There are two aspects to ZFS that I will be covering here – checksums and error-correcting memory. The first is a feature of ZFS itself; the second is a feature of the hardware that you are running and some claim that it is required for ZFS.
Checksums
By default ZFS keeps checksums of the blocks of data that it writes to later verify that the data block hasn’t been subject to silent corruption. If it detects corruption, it can use resilience (if any) to correct the corruption or it can indicate there’s a problem.
If you have only one disk and don’t ask to keep multiple copies of each block, then checksums will do little more than protect the most important metadata and tell you when things go wrong.
All that checksum calculation does make file operations slightly slower but frankly without benchmarks you are unlikely to notice. And it gives extra protection to your data.
For those who do not believe that silent data corruption exists, take a look at the relevant Wikipedia page. Everyone who has old enough files has come across occasional weird corruption in them, and whilst there are many possible causes, silent data corruption is certainly one of them.
Personally I feel like a probably unnoticeable loss of performance is more than balanced by greater data resilience.
Error-Correcting Memory
(Henceforth “ECC”)
I’m an enthusiast for ECC memory – my main workstation has a ton of it, and I’ve insisted on ECC memory for years. I’ve seen errors being corrected (although that was back when I was running an SGI Indigo2). Reliability is everything.
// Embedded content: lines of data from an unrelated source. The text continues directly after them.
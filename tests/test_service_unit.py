"""The daemon's worker against a fake broker: routing, outputs, commits, restore, reload."""

from __future__ import annotations

import json
import logging
import math
import threading
import time
from pathlib import Path
from typing import Any

import numpy as np
import pytest

from zeroline.channel import Channel, Sample, pack_channels
from zeroline.config import Config, parse_config
from zeroline.mqtt import Message
from zeroline.service import Service
from zeroline.state import LEGACY_SNAPSHOT_NAME, SNAPSHOT_NAME, StateStore

T0 = 1_780_000_000.0  # a fixed instant; arrival times are set to match


def config_text(
    state_dir: Path,
    *,
    basis: str = "[constant, {polynomial: {of: t, degree: 1, scale: 1d}}]",
    extra: str = "",
    max_channels: int = 100,
    resident_channels: int = 100,
) -> str:
    return f"""
state: {{dir: {state_dir}, snapshot_every: 3600s}}
limits: {{max_channels: {max_channels}, resident_channels: {resident_channels}, queue: 1000}}
channels:
  - name: "{{1}}-gas"
    topic: site/+/gas
    basis: {basis}
    inputs:
      temp: {{topic: "site/{{1}}/temp", max_age: 1h}}
    {extra}
"""


class FakeBroker:
    """A `BrokerLink` in memory: records publishes and acks; confirms on demand."""

    def __init__(self, *, auto_confirm: bool = True) -> None:
        self.auto_confirm = auto_confirm
        self.published: list[tuple[str, Any, bool]] = []
        self.acked: list[int] = []
        self.subscribed: set[str] = set()
        self._sequence = 0
        self._confirmed = 0
        self._next_token = 0
        self._lock = threading.Lock()
        self.on_message: Any = None

    def connect(self, on_message: Any, on_connect: Any) -> None:
        self.on_message = on_message
        on_connect()

    def subscribe(self, topics: Any) -> None:
        self.subscribed |= set(topics)

    def unsubscribe(self, topics: Any) -> None:
        self.subscribed -= set(topics)

    def publish(self, topic: str, payload: bytes, *, retain: bool = False) -> int:
        with self._lock:
            self._sequence += 1
            self.published.append((topic, json.loads(payload), retain))
            if self.auto_confirm:
                self._confirmed = self._sequence
            return self._sequence

    def confirm_all(self) -> None:
        with self._lock:
            self._confirmed = self._sequence

    def flush(self) -> None:
        """Publishes are recorded at once: nothing to send."""

    def confirmed(self) -> int:
        with self._lock:
            return self._confirmed

    def ack(self, token: Any) -> None:
        with self._lock:
            self.acked.append(token)

    def close(self) -> None:
        pass

    def deliver(self, topic: str, payload: bytes | str, arrival: float = T0) -> int:
        with self._lock:
            self._next_token += 1
            token = self._next_token
        data = payload.encode() if isinstance(payload, str) else payload
        self.on_message(Message(topic, data, arrival, token))
        return token

    def on(self, suffix: str) -> list[Any]:
        with self._lock:
            return [body for topic, body, _ in self.published if topic.endswith(suffix)]


def start(config: Config, broker: FakeBroker, state_dir: Path) -> Service:
    service = Service(config, broker, StateStore(state_dir))
    service.start()
    return service


def readings(n: int, seed: int = 7) -> list[tuple[float, float, float]]:
    """(time, value, temp): a drifting signal, 5-minute spacing (invented demo data)."""
    rng = np.random.default_rng(seed)
    rows = []
    for i in range(n):
        t = T0 + 300.0 * i
        rows.append((t, 2.0 + 1e-5 * (t - T0) + rng.normal(0, 0.1), 20.0 + i % 7))
    return rows


def reading_payload(t: float, v: float) -> str:
    return json.dumps({"time": t, "value": v})


def assert_same_as_never_stopped(
    service: Service, config: Config, name: str, rows: list[tuple[float, float, float]]
) -> None:
    """The service's channel `name` equals, bit for bit, a channel fed every row directly."""
    direct = Channel(config.channels[0], name)
    for t, v, _ in rows:
        direct.process(Sample(t, v))
    channel = service.table.get(name)  # unpacked if it was restored or parked
    assert channel is not None
    assert np.array_equal(channel.estimator.coefficients, direct.estimator.coefficients)


@pytest.fixture()
def state_dir(tmp_path: Path) -> Path:
    return tmp_path / "state"


class TestRoundTrip:
    def test_corrected_equals_a_channel_fed_directly(self, state_dir: Path) -> None:
        """Readings through the service give exactly what the Channel class gives."""
        config = parse_config(config_text(state_dir))
        broker = FakeBroker()
        service = start(config, broker, state_dir)
        rows = readings(120)
        for t, v, _ in rows:
            broker.deliver("site/a/gas", reading_payload(t, v))
        assert service.wait_idle(10)
        direct = Channel(config.channels[0], "a-gas")
        expected = [direct.process(Sample(t, v))[0].to_json() for t, v, _ in rows]
        got = broker.on("a-gas/corrected")
        assert len(got) == len(rows)
        for mine, theirs in zip(got, expected, strict=True):
            assert mine["time"] == theirs["time"]
            assert mine["corrected"] == pytest.approx(theirs["corrected"], abs=1e-12)
        assert sorted(broker.acked) == list(range(1, len(rows) + 1))
        service.stop()

    def test_wildcard_makes_one_channel_per_topic(self, state_dir: Path) -> None:
        """site/+/gas with name {1}-gas creates a-gas and b-gas on first sight."""
        broker = FakeBroker()
        service = start(parse_config(config_text(state_dir)), broker, state_dir)
        broker.deliver("site/a/gas", reading_payload(T0, 1.0))
        broker.deliver("site/b/gas", reading_payload(T0, 2.0))
        assert service.wait_idle(5)
        assert sorted(service.table.channels) == ["a-gas", "b-gas"]
        assert broker.on("b-gas/corrected")[0]["raw"] == 2.0
        service.stop()


class TestDelivery:
    def test_ack_waits_for_confirmed_outputs_and_the_journal(self, state_dir: Path) -> None:
        """No acknowledgement before the broker confirmed the outputs; then journal, then ack."""
        broker = FakeBroker(auto_confirm=False)
        service = start(parse_config(config_text(state_dir)), broker, state_dir)
        broker.deliver("site/a/gas", reading_payload(T0, 1.0))
        assert service.wait_idle(0.5) is False  # the commit waits for the confirmation
        assert broker.acked == []
        assert (state_dir / "journal.jsonl").read_text() == ""
        broker.confirm_all()
        assert service.wait_idle(5)
        assert broker.acked == [1]
        record = json.loads((state_dir / "journal.jsonl").read_text())
        assert record["t"] == "r" and record["r"][0][:2] == [T0, 1.0]
        service.stop()

    def test_duplicate_and_out_of_order_are_skipped_and_reported(self, state_dir: Path) -> None:
        """A reading not newer than the last one is not applied, counted and reported; a
        repeat of the last one gets its output again, byte for byte (a broker that lost it
        in a crash redelivers the reading)."""
        broker = FakeBroker()
        service = start(parse_config(config_text(state_dir)), broker, state_dir)
        for t in (T0, T0 + 60, T0 + 60, T0 + 30, T0 + 120):
            broker.deliver("site/a/gas", reading_payload(t, 1.0))
        assert service.wait_idle(5)
        times = [c["time"] for c in broker.on("a-gas/corrected")]
        assert times == [T0, T0 + 60, T0 + 60, T0 + 120]
        outputs = [p for topic, p, _ in broker.published if topic.endswith("a-gas/corrected")]
        assert outputs[1] == outputs[2]
        assert service.counters.get("republished") == 1
        errors = broker.on("zeroline/error")
        assert [e["reason"] for e in errors] == ["not_newer", "not_newer"]
        assert service.counters.get("skipped_not_newer") == 2
        assert len(broker.acked) == 5  # skipped messages are acknowledged too
        service.stop()

    def test_last_outputs_are_kept_for_as_many_channels_as_may_be_resident(
        self, state_dir: Path
    ) -> None:
        """The kept outputs follow limits.resident_channels: the two channels published
        last get their output again on a repeat, the one before them (forgotten) does not,
        and the repeat is still skipped and reported."""
        broker = FakeBroker()
        text = config_text(state_dir, resident_channels=2)
        service = start(parse_config(text), broker, state_dir)
        for site in ("a", "b", "c"):
            broker.deliver(f"site/{site}/gas", reading_payload(T0, 1.0))
        for site in ("a", "b", "c"):
            broker.deliver(f"site/{site}/gas", reading_payload(T0, 1.0))
        assert service.wait_idle(5)
        assert list(service._last_output) == ["b-gas", "c-gas"]
        assert [len(broker.on(f"{s}-gas/corrected")) for s in "abc"] == [1, 2, 2]
        assert service.counters.get("republished") == 2
        assert service.counters.get("skipped_not_newer") == 3
        service.stop()

    def test_bad_payload_goes_to_the_error_topic_truncated(self, state_dir: Path) -> None:
        """Malformed JSON: error with topic, reason, detail and the first 200 characters."""
        broker = FakeBroker()
        service = start(parse_config(config_text(state_dir)), broker, state_dir)
        broker.deliver("site/a/gas", "{" + "x" * 500)
        broker.deliver("site/a/gas", reading_payload(T0, 1.0))
        assert service.wait_idle(5)
        [error] = broker.on("zeroline/error")
        assert error["topic"] == "site/a/gas" and error["reason"] == "malformed_json"
        assert error["payload"] == ("{" + "x" * 500)[:200]
        assert error["detail"]
        assert service.counters.get("errors.malformed_json") == 1
        assert len(broker.on("a-gas/corrected")) == 1
        service.stop()

    def test_channel_limit_refuses_new_channels_with_a_log_line(
        self, state_dir: Path, caplog: pytest.LogCaptureFixture
    ) -> None:
        """Beyond limits.max_channels, readings of new channels are refused and counted."""
        broker = FakeBroker()
        service = start(parse_config(config_text(state_dir, max_channels=2)), broker, state_dir)
        with caplog.at_level(logging.WARNING):
            for site in "abcd":
                broker.deliver(f"site/{site}/gas", reading_payload(T0, 1.0))
            assert service.wait_idle(5)
        assert sorted(service.table.channels) == ["a-gas", "b-gas"]
        assert service.counters.get("errors.channel_limit") == 2
        assert sum("channel limit reached" in r.getMessage() for r in caplog.records) == 1
        service.stop()

    def test_input_before_its_channel_is_applied_at_creation(self, state_dir: Path) -> None:
        """A temperature that arrives before the channel exists is used by its first reading."""
        basis = "[constant, {polynomial: {of: temp, degree: 1, center: 20}}]"
        broker = FakeBroker()
        service = start(parse_config(config_text(state_dir, basis=basis)), broker, state_dir)
        broker.deliver("site/a/temp", json.dumps({"time": T0 - 10, "value": 25.0}))
        broker.deliver("site/a/gas", reading_payload(T0, 1.0))
        assert service.wait_idle(5)
        [corrected] = broker.on("a-gas/corrected")
        assert corrected["quality"] != "input_stale"
        assert corrected["corrected"] is not None
        service.stop()

    def test_control_event_and_unknown_channel(self, state_dir: Path) -> None:
        """A control message reaches its channel; one for an unknown channel is an error."""
        broker = FakeBroker()
        service = start(parse_config(config_text(state_dir)), broker, state_dir)
        broker.deliver("site/a/gas", reading_payload(T0, 1.0))
        broker.deliver("zeroline/a-gas/control", '{"event": "recalibrated"}')
        broker.deliver("zeroline/zz/control", '{"event": "recalibrated"}')
        broker.deliver("zeroline/a-gas/control", '{"event": "exploded"}')
        assert service.wait_idle(5)
        assert service.counters.get("controls") == 1
        reasons = [e["reason"] for e in broker.on("zeroline/error")]
        assert reasons == ["unknown_channel", "bad_control"]
        service.stop()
However there are those who will claim you cannot run ZFS without ECC memory. Or that ZFS without ECC is more dangerous than any other file system format without ECC.
Not really.
Part of the problem is that those with the most experience of ZFS are salty old Unix veterans who would are justifiably contemptuous of server hardware that lacks ECC memory (that includes me). We would no sooner consider running a serious file server on hardware that lacks ECC memory than rely on disk ‘reliability’ and not mirror or RAID those fallible pieces of spinning rust.
ZFS will run fine without ECC memory.
But will it make it worse?
It’s exceptionally unlikely – there are arguable examples of exceptionally esoteric failure conditions that may make things worse (the “scrub of death”) but I side with those who feel that such situations are not likely to occur in the real world.
And as always, why isn’t your data backed up anyway?